Ursodeoxycholic acid (UDCA) is currently the only approved drug used to treat PBC and
patients treated with UDCA have improved survival. In Denmark all PBC patients are offered
UDCA treatment. However, up to 40% of PBC patients may be classified as insufficient
responders to UDCA treatment with male gender, low age, and low Vitamin D level at diagnosis
associated with insufficient response. More precise predictors of insufficient response to
UDCA treatment are important to find as insufficient responders have worse 10-year survival
probability than responders. The high proportion of insufficient responders has fuelled the
search for novel treatment options, including fibrates, budesonide, and obeticholic acid.
Despite response to UDCA treatment, liver transplantation remains the only cure for PBC and
patients with expected survival less than one year are potential candidates for liver
transplantation.
Bezafibrate Bezafibrate is a pan-peroxisome proliferator-activated receptor (PPAR) agonist.
For decades, bezafibrate has been prescribed for various indications including
hyperlipidemia.

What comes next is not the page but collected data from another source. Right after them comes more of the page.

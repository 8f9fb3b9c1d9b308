//! `bandwarden watch`: the live monitor on a file, stdin or the demo scene.
//!
//! Files play at their recorded rate (times `--speed`) so the waterfall moves as the band did;
//! stdin and the demo scene are live, and samples the DSP cannot keep up with are dropped and
//! counted on screen rather than queued without bound.

use crate::app::note;
use crate::cli::{DspArgs, InputArgs};
use crate::pipeline::Input;
use crate::plan::{parse_channel_arg, ChannelArg, Plan};
use crate::source::reader::ReaderOptions;
use crate::source::{self, sanitize};
use crate::tui::app::{App, Channel, SourceSummary};
use crate::tui::colour::Depth;
use crate::tui::dsp_thread::{DspSettings, DspThread};
use crate::tui::{self, RunOptions};
use anyhow::{bail, Result};
use clap::{Args, Parser};
use std::io::IsTerminal;
use std::process::ExitCode;
use std::sync::atomic::Ordering;
use std::time::{Duration, Instant};

#[derive(Args, Debug)]
pub struct WatchArgs {
    /// Input: a file (raw, .sigmf-meta/.sigmf-data, .wav) or - for stdin. Default: the demo scene.
    #[arg(value_name = "INPUT")]
    pub input: Option<String>,
    #[command(flatten)]
    pub source: InputArgs,
    #[command(flatten)]
    pub dsp: DspArgs,
    /// Screen updates per second at most, 1 ..= 60.
    #[arg(long, value_name = "N", default_value_t = 20.0)]
    pub fps: f64,
    /// Waterfall rows per second of input, 0.1 ..= 200; each row averages the FFT frames of
    /// its time.
    #[arg(long, value_name = "N", default_value_t = 20.0)]
    pub row_rate: f64,
    /// Play a file at this multiple of its recorded rate (1 = as recorded).
    #[arg(long, value_name = "X", default_value_t = 1.0)]
    pub speed: f64,
    /// Start a file again when it ends.
    #[arg(long = "loop")]
    pub loop_input: bool,
    /// Add this many dB to every level shown, turning dBFS into dBm for a calibrated receiver.
    #[arg(long, value_name = "DB", allow_negative_numbers = true)]
    pub ref_offset: Option<f64>,
    /// A channel to mark on the spectrum and in the table, NAME=CENTER:WIDTH in absolute Hz
    /// (e.g. gate=433.2625M:12.5k); repeatable, combines with --plan.
    #[arg(long = "channel", value_name = "NAME=CENTER:WIDTH", value_parser = parse_channel_arg)]
    pub channels: Vec<ChannelArg>,
    #[arg(
        long,
        value_name = "FILE.toml",
        help = "A channel plan to show: a TOML file of [[channel]] tables with name, center and width"
    )]
    pub plan: Option<String>,
    /// Colours: auto (24-bit when COLORTERM says truecolor or 24bit, none under NO_COLOR,
    /// else 256), 24bit, 256 or mono.
    #[arg(long, value_name = "MODE", default_value = "auto", value_parser = parse_colour)]
    pub colour: ColourChoice,
    /// Redraw the waterfall cell by cell instead of scrolling it with the terminal's scroll
    /// region; for a terminal that mishandles scroll regions (sends many more bytes).
    #[arg(long)]
    pub no_scroll_region: bool,
    /// Leave the mouse to the terminal (e.g. for selecting text) instead of placing markers.
    #[arg(long)]
    pub no_mouse: bool,
}

/// `--colour`: automatic or forced.
#[derive(Clone, Copy, Debug, PartialEq, Eq)]
pub enum ColourChoice {
    Auto,
    Forced(Depth),
}

pub fn parse_colour(text: &str) -> Result<ColourChoice, String> {
    match text {
        "auto" => Ok(ColourChoice::Auto),
        "24bit" | "truecolor" => Ok(ColourChoice::Forced(Depth::TrueColour)),
        "256" => Ok(ColourChoice::Forced(Depth::Palette256)),
        "mono" => Ok(ColourChoice::Forced(Depth::Mono)),
        _ => Err(format!("'{text}' is not a colour mode; choose auto, 24bit, 256 or mono")),
    }
}

/// The plan's channels as the monitor shows them, names cleaned of control characters.
fn overlay(plan: &Plan) -> Vec<Channel> {
    plan.channels
        .iter()
        .map(|c| Channel { name: sanitize(&c.name), center_hz: c.center_hz, width_hz: c.width_hz })
        .collect()
}

/// Plain `bandwarden`: the monitor on the demo scene when there is a terminal to draw on, else
/// the one-shot report.
pub fn run_default() -> Result<ExitCode> {
    if !std::io::stdout().is_terminal() {
        note("standard output is not a terminal, so here is a report on the demo scene instead of the live monitor");
        return crate::cmd::measure::run_default();
    }
    let cli = crate::cli::Cli::try_parse_from(["bandwarden", "watch"])?;
    match cli.command {
        Some(crate::cli::Command::Watch(args)) => run(args),
        _ => unreachable!("parsing 'watch' gives the watch command"),
    }
}

pub fn run(args: WatchArgs) -> Result<ExitCode> {
    validate(&args)?;
    let settings = DspSettings {
        fft_size: args.dsp.fft_size,
        window: args.dsp.window,
        overlap: args.dsp.overlap,
        row_rate: args.row_rate,
        threads: args.dsp.threads(),
    };
    let plan = Plan::from_args(args.plan.as_deref(), &args.channels)?;
    let mut notes = Vec::new();
    let mut req = args.source.request(args.input.clone());
    req.realtime = args.input.is_none();
    let src = source::open(&req, &mut notes)?;
    notes.iter().for_each(|n| note(n));
    let info = src.info().clone();
    let half = info.sample_rate_hz / 2.0;
    plan.check_span(info.center_hz - half, info.center_hz + half)?;
    // Checked after the input and the plan, so their mistakes are reported first.
    if !std::io::stdout().is_terminal() {
        bail!("watch draws on a terminal and standard output is not one; use `bandwarden measure` for a report");
    }
    let is_file = args.input.as_deref().is_some_and(|p| p != "-");
    if args.loop_input && !is_file {
        note("--loop only replays files; ignored for this input");
    }
    let rate = info.sample_rate_hz;
    let opts = ReaderOptions {
        // About 10 ms a block, so paced playback is smooth and a row never waits on a block.
        block_len: (rate / 100.0).clamp(1024.0, 65536.0) as usize,
        drop_when_full: info.live,
        pace: is_file.then_some(args.speed),
        loop_input: args.loop_input && is_file,
        max_samples: None,
    };
    let input = Input::start(src, opts);
    let dsp = DspThread::spawn(input.blocks.clone(), rate, info.center_hz, settings);
    let summary = SourceSummary {
        label: sanitize(&info.label),
        sample_rate_hz: rate,
        center_hz: info.center_hz,
        total_samples: info.total_samples,
        live: info.live,
        speed: is_file.then_some(args.speed),
        looping: args.loop_input && is_file,
    };
    let depth = match args.colour {
        ColourChoice::Auto => Depth::detect(),
        ColourChoice::Forced(d) => d,
    };
    let app = App::new(summary, settings, depth, args.ref_offset, overlay(&plan), Instant::now());
    let run_opts =
        RunOptions { fps: args.fps, scroll_region: !args.no_scroll_region, mouse: !args.no_mouse };
    let result = tui::run(app, &dsp, &input.stats, run_opts);
    input.request_stop();
    dsp.stop();
    shut_down(input);
    result?;
    Ok(ExitCode::SUCCESS)
}

fn validate(args: &WatchArgs) -> Result<()> {
    args.dsp.engine(None).map_err(anyhow::Error::msg)?;
    if !(1.0..=60.0).contains(&args.fps) {
        bail!("--fps {} is out of range; choose 1 ..= 60 (20 is usual)", args.fps);
    }
    if !(0.1..=200.0).contains(&args.row_rate) {
        bail!("--row-rate {} is out of range; choose 0.1 ..= 200 rows per second", args.row_rate);
    }
    if !(args.speed > 0.0 && args.speed.is_finite()) {
        bail!("--speed {} must be a positive number (1 plays at the recorded rate)", args.speed);
    }
    if args.ref_offset.is_some_and(|o| !o.is_finite()) {
        bail!("--ref-offset must be a finite number of dB");
    }
    Ok(())
}

/// Waits briefly for the reader and reports what it found wrong with the input. A reader stuck
/// in a read of a silent stdin is left behind; the process exits anyway.
fn shut_down(input: Input) {
    let t0 = Instant::now();
    while !input.stats.finished.load(Ordering::SeqCst) && t0.elapsed() < Duration::from_millis(500)
    {
        while input.blocks.try_recv().is_ok() {}
        std::thread::sleep(Duration::from_millis(10));
    }
    if !input.stats.finished.load(Ordering::SeqCst) {
        return;
    }
    match input.finish() {
        Ok(issues) => {
            crate::app::report_input_issues(&issues);
        }
        Err(e) => note(&format!("{e:#}")),
    }
}

#[cfg(test)]
mod tests {
    use super::*;
    use crate::cli::{Cli, Command};
    use clap::Parser;

    fn parse(args: &[&str]) -> WatchArgs {
        let mut all = vec!["bandwarden", "watch"];
        all.extend_from_slice(args);
        match Cli::try_parse_from(all).unwrap().command {
            Some(Command::Watch(w)) => w,
            other => panic!("not watch: {other:?}"),
        }
    }

    #[test]
    fn defaults_are_sensible() {
        let w = parse(&[]);
        assert_eq!(w.input, None);
        assert_eq!(w.fps, 20.0);
        assert_eq!(w.row_rate, 20.0);
        assert_eq!(w.speed, 1.0);
        assert!(!w.loop_input && !w.no_scroll_region);
        assert_eq!(w.colour, ColourChoice::Auto);
        assert!(validate(&w).is_ok());
    }

    #[test]
    fn flags_parse_with_units() {
        let w = parse(&[
            "rec.sigmf-meta",
            "--fft",
            "8192",
            "--speed",
            "4",
            "--loop",
            "--ref-offset",
            "-30.5",
            "--channel",
            "gate=433.2625M:12.5k",
            "--plan",
            "site.toml",
            "--colour",
            "mono",
            "--fps",
            "15",
        ]);
        assert_eq!(w.input.as_deref(), Some("rec.sigmf-meta"));
        assert_eq!(w.dsp.fft_size, 8192);
        assert_eq!(w.speed, 4.0);
        assert!(w.loop_input);
        assert_eq!(w.ref_offset, Some(-30.5));
        assert_eq!((w.channels[0].name.as_str(), w.channels[0].center_hz), ("gate", 433.2625e6));
        assert_eq!(w.plan.as_deref(), Some("site.toml"));
        assert_eq!(w.colour, ColourChoice::Forced(Depth::Mono));
        assert_eq!(w.fps, 15.0);
    }

    #[test]
    fn plans_become_the_overlay() {
        let plan = Plan::parse(
            "[[channel]]\nname = \"gate\"\ncenter = \"433.2625M\"\nwidth = \"12.5k\"\n",
            "t.toml",
        )
        .unwrap();
        let o = overlay(&plan);
        assert_eq!(
            o,
            vec![Channel { name: "gate".into(), center_hz: 433.2625e6, width_hz: 12.5e3 }]
        );
    }

    #[test]
    fn bad_values_are_explained() {
        assert!(validate(&parse(&["--fps", "0"])).unwrap_err().to_string().contains("1 ..= 60"));
        assert!(validate(&parse(&["--speed=-1"])).is_err());
        assert!(validate(&parse(&["--speed", "0"])).unwrap_err().to_string().contains("--speed"));
        assert!(validate(&parse(&["--row-rate", "1000"]))
            .unwrap_err()
            .to_string()
            .contains("--row-rate"));
        assert!(validate(&parse(&["--fft", "8"])).unwrap_err().to_string().contains("FFT size"));
        let bad = |a: &[&str]| {
            let mut all = vec!["bandwarden", "watch"];
            all.extend_from_slice(a);
            Cli::try_parse_from(all).unwrap_err().to_string()
        };
        assert!(bad(&["--channel", "433.92M:25k"]).contains("NAME=CENTER:WIDTH"));
        assert!(bad(&["--channel", "bad\x1b[2J=1M:1k"]).contains("control characters"));
        assert!(parse_colour("16").unwrap_err().contains("auto, 24bit, 256 or mono"));
    }
}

Thus, adverse effects are well described. Recently, a phase 3 trial showed
promising results as an add-on therapy to UDCA in reducing ALP in PBC patients, who had
insufficient response to UDCA alone. Hence, Danish hepatologists are starting to use
bezafibrate as second line, add-on, therapy in PBC patients.

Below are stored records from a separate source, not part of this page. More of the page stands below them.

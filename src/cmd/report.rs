//! `bandwarden report`: summarise occupancy logs (see [`crate::output::summary`] for how they
//! are read and summed) as a table, CSV or JSON on standard output, and optionally a heat map.

use crate::cli::report::ReportFormat;
use crate::cli::ReportConfig;
use crate::measure::change::baseline::BaselineFile;
use crate::messages::{note, notes, sanitize};
use crate::output::picture::heatmap::{draw_heatmap, heatmap_title};
use crate::output::sink;
use crate::output::summary::export::{to_csv, to_json};
use crate::output::summary::table::to_table;
use crate::output::summary::LogSummary;
use anyhow::{bail, Context, Result};
use std::io::{BufReader, Write};
use std::process::ExitCode;

pub fn run(cfg: ReportConfig) -> Result<ExitCode> {
    let mut summary = LogSummary::new(cfg.settings.clone());
    if cfg.save_baseline.is_some() {
        summary.baseline = Some(BaselineFile::default());
    }
    for path in &cfg.logs {
        let shown = sanitize(path);
        let file = std::fs::File::open(path)
            .with_context(|| format!("cannot open the log '{shown}'; check the path"))?;
        summary
            .read(path, BufReader::new(file))
            .with_context(|| format!("cannot read the log '{shown}'"))?;
    }
    let missing = cfg.settings.sites.missing(&summary.sites_seen);
    if !missing.is_empty() {
        bail!(
            "--site: no log holds the site(s) {}; the logs hold: {}",
            missing.join(", "),
            summary.sites_seen.join(", ")
        );
    }
    if summary.unplaced > 0 {
        summary.notes.push(format!(
            "{} records without clock times were left out: --from/--to place only records with times",
            summary.unplaced
        ));
    }
    if summary.channels.is_empty() {
        bail!(
            "no interval or emission records{} in {}; report reads the logs written by `bandwarden log` (JSON Lines or --csv)",
            if cfg.settings.from.is_some() || cfg.settings.to.is_some() { " within --from/--to" } else { "" },
            cfg.logs.iter().map(|l| format!("'{}'", sanitize(l))).collect::<Vec<_>>().join(", ")
        );
    }
    let text = match cfg.format {
        ReportFormat::Table => to_table(&summary),
        ReportFormat::Csv => to_csv(&summary),
        ReportFormat::Json => format!("{}\n", to_json(&summary)),
    };
    if cfg.format != ReportFormat::Table {
        notes(&summary.notes);
    }
    let mut out = sink::open("-", false, "report")?.out;
    out.write_all(text.as_bytes())?;
    out.flush()?;
    if let Some(png) = &cfg.png {
        let title = cfg.title.clone().unwrap_or_else(|| heatmap_title(&summary));
        let bytes = draw_heatmap(&summary, cfg.map, &title)?;
        let mut f = sink::open(png, false, "heat map")?.out;
        f.write_all(&bytes)?;
        f.flush()?;
        note(&format!("wrote {}", sanitize(png)));
    }
    if let (Some(path), Some(baseline)) = (&cfg.save_baseline, &summary.baseline) {
        let text = serde_json::to_string_pretty(baseline)?;
        let mut f = sink::open(path, false, "baseline")?.out;
        f.write_all(text.as_bytes())?;
        f.write_all(b"\n")?;
        f.flush()?;
        note(&format!("wrote the baseline {}", sanitize(path)));
    }
    Ok(ExitCode::SUCCESS)
}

Soluble CD163 and fibrosis markers In PBC, inflammation is attributed to an immune response
to mitochondrial autoantigens followed by development of anti-mitochondrial antibodies
(AMAs); and accompanied by inflammation of small bile ducts. The pathogenesis includes both
CD4 and CD8 cells, which in the presence of biliary cells expressing the 2-oxo-dehydrogenase
pathway (PDC-E2) activates macrophages via granulocyte macrophage colony-stimulating factor.
The activated macrophages, together with AMAs, produce a proinflammatory response with
subsequent liver inflammation and fibrosis. Thus, macrophages seem to be involved in PBC
disease severity and progression. The investigators recently showed that the macrophage
activation marker soluble (s)CD163 is associated with long-term prognosis in PBC patients.

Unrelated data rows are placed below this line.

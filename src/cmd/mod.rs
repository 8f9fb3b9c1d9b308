//! One module per subcommand; each turns a validated config into consumers and runs the
//! pipeline. No engine loop lives here.

pub mod demo;
pub mod log;
pub mod measure;
<<<<<<< HEAD
pub mod report;
pub mod snapshot;
=======
pub mod sigmf_out;
>>>>>>> main
pub mod watch;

Further, the investigators research group have shown increased levels of sCD163 in relation
to liver fibrosis/cirrhosis in patients with chronic viral hepatitis (HBV and HCV),
non-alcoholic fatty liver disease (NAFLD/NASH) and alcoholic liver disease (alcoholic
hepatitis and cirrhosis) and liver disease severity including risk of portal hypertension and
development of complications and mortality. Moreover, the investigators also demonstrated
sCD163 is associated with early and long-term prognosis of patients with cirrhosis and
acute-on-chronic liver failure.
Fibrosis is a hallmark of liver disease progression and extracellular matrix (ECM) turnover
is a prominent feature of chronic inflammatory liver diseases including PBC. ECM protein
degradation and formation generate fragments reflecting aspects of the tissue turnover
balance when quantified in the blood. PRO-C3 and PRO-C4 reflect type III and IV collagen
formation, whereas C3M and C4M are markers for degradation of type III and IV. The
investigators aim to investigate changes in these fibrosis markers before and after
bezafibrate treatment, to demonstrate if these novel finger print protein biomarkers may be
useful for treatment response in PBC patients.
Bile acids In PBC there is intrahepatic accumulation of potentially cytotoxic bile acids
resulting in liver damage. Further the composition of bile acids is changed, resulting in
changes of microbiota and in the integrity of the intestinal wall, potentially allowing an
increased flux of inflammatory metabolites to the liver. Exploration of potential changes in
bile acid profile caused by bezafibrate treatment may improve understanding of the treatment
effects and provide identification of specific treatment targets.